**** SOURCE MATERIAL ****

@command("log", on=register_app)
def log_cmd(
    section: Optional[str] = typer.Argument(None, help="Section id (not with --job: the job file names it)."),
    kind: Optional[str] = typer.Option(None, "--kind", help="laid | destressed | adjusted | measured | repaired | tamped | renewed | note."),
    date: Optional[str] = typer.Option(None, "--date", help="Date of the work or measurement, YYYY-MM-DD."),
    neutral: Optional[str] = typer.Option(None, "--neutral", help="Neutral temperature set or measured, e.g. '31 degC'."),
    uncertainty: Optional[str] = typer.Option(None, "--uncertainty", help="Standard uncertainty of the neutral temperature, e.g. '2 K' (required for measured)."),
    method: Optional[str] = typer.Option(None, "--method", help="How it was measured, e.g. 'rail uplift' (required for measured)."),
    basis: Optional[str] = typer.Option(None, "--basis", help="How the figure is known, when not from the work itself: estimated | unknown."),
    recovery_days: Optional[int] = typer.Option(None, "--recovery-days", help="tamped/renewed: days over which the ballast recovers (default: the section file's)."),
    corrects: Optional[int] = typer.Option(None, "--corrects", help="Id of the entry this one corrects (a kind 'note' without --neutral withdraws it)."),
    job: Optional[Path] = typer.Option(None, "--job", help="Destress job file with a [readings] table of the crew's observed mark movements: the achieved neutral goes in."),
    by: Optional[str] = BY_OPTION,
    note: Optional[str] = typer.Option(None, "--note", help="Free text."),
    db: Optional[Path] = DB_OPTION,
    system: UnitSystem = UNITS_OPTION,
    as_json: bool = JSON_OPTION,
) -> None:
    """Add one entry to a section's history (nothing is edited or deleted: correct with --corrects).

    With --job: the destressing job file (its [destress] table, as for
    `trackplan destress --job`) and the crew's readings ([readings]: section,
    date, [[readings.marks]] at/movement); the neutral temperature achieved,
    computed back from the observed movements, goes in with its uncertainty.

    Example: trackplan register log KP-101 --kind measured --date 2026-05-20 --neutral "31 degC" --uncertainty "2 K" --method "rail uplift" --by "A. Byrne"

    Example: trackplan register log --job examples/pull-kp101.toml --by "A. Byrne"
    """
    from trackplan import register

    who = _by(by)
    reg = _open(db)
    if job is not None:
        given = {"SECTION": section, "--kind": kind, "--date": date, "--neutral": neutral, "--uncertainty": uncertainty,
                 "--method": method, "--basis": basis, "--corrects": corrects, "--recovery-days": recovery_days}
        clash = [k for k, v in given.items() if v is not None]
        if clash:
            raise InputError(f"{', '.join(clash)} cannot be given with --job (the job file says them)", "--job")
        entry, achieved, plan = job_entry(job, who, note)
    else:
        if section is None:
            raise InputError("give the section id (or --job FILE)", "SECTION")
        if kind is None:
            raise InputError(f"give --kind; accepted: {', '.join(register.KINDS)}", "--kind")
        if date is None:
            raise InputError("give --date YYYY-MM-DD", "--date")
        tn, _ = parse_option(neutral, "temperature", "--neutral", system, required=False)
        u, _ = parse_option(uncertainty, "temperature_difference", "--uncertainty", system, required=False)
        entry = register.NewEntry(
            section_id=section, kind=kind.strip().lower(), date=register.parse_date(date, "--date"), entered_by=who,
            neutral_temperature_C=tn, uncertainty_K=u, method=method, basis=basis, recovery_days=recovery_days,
            corrects=corrects, note=note)
        achieved = plan = None
    try:
        new_id = reg.log(entry)
    except InputError as exc:
        raise InputError(exc.bare_message, _option_of(exc.where)) from None
    s = system.value
    if as_json:
        written = next(e for e in reg.history(entry.section_id).entries if e.id == new_id)
        emit_json(command_json.register_log_json(new_id, entry, written, achieved, plan if achieved else None))
        return
    console.print(f"Entry {new_id} added to section {escape(entry.section_id)} ({entry.kind}).", highlight=False)
    if achieved is not None:
        T = lambda v: units.fmt(v, "temperature", s)  # noqa: E731
        console.print(
            f"Achieved neutral temperature {T(achieved.neutral_temperature_C)} ± "
            f"{units.fmt(achieved.uncertainty_K, 'temperature_difference', s)} (target {T(plan.target_neutral_C)}; "
            f"lowest stretch between marks {T(achieved.lowest_segment_C)}).", highlight=False)
        print_caution()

****

> TO DO
Find the line that contains "corrects=corrects, note=note)" in the listing above. Retype it and every line after it up to the last, exactly, and nothing else.

> ANSWER SPACE
            corrects=corrects, note=note)
        achieved = plan = None
    try:
        new_id = reg.log(entry)
    except InputError as exc:
        raise InputError(exc.bare_message, _option_of(exc.where)) from None
    s = system.value
    if as_json:
        written = next(e for e in reg.history(entry.section_id).entries if e.id == new_id)
        emit_json(command_json.register_log_json(new_id, entry, written, achieved, plan if achieved else None))
        return
    console.print(f"Entry {new_id} added to section {escape(entry.section_id)} ({entry.kind}).", highlight=False)
    if achieved is not None:
        T = lambda v: units.fmt(v, "temperature", s)  # noqa: E731
        console.print(
            f"Achieved neutral temperature {T(achieved.neutral_temperature_C)} ± "
            f"{units.fmt(achieved.uncertainty_K, 'temperature_difference', s)} (target {T(plan.target_neutral_C)}; "
            f"lowest stretch between marks {T(achieved.lowest_segment_C)}).", highlight=False)
        print_caution()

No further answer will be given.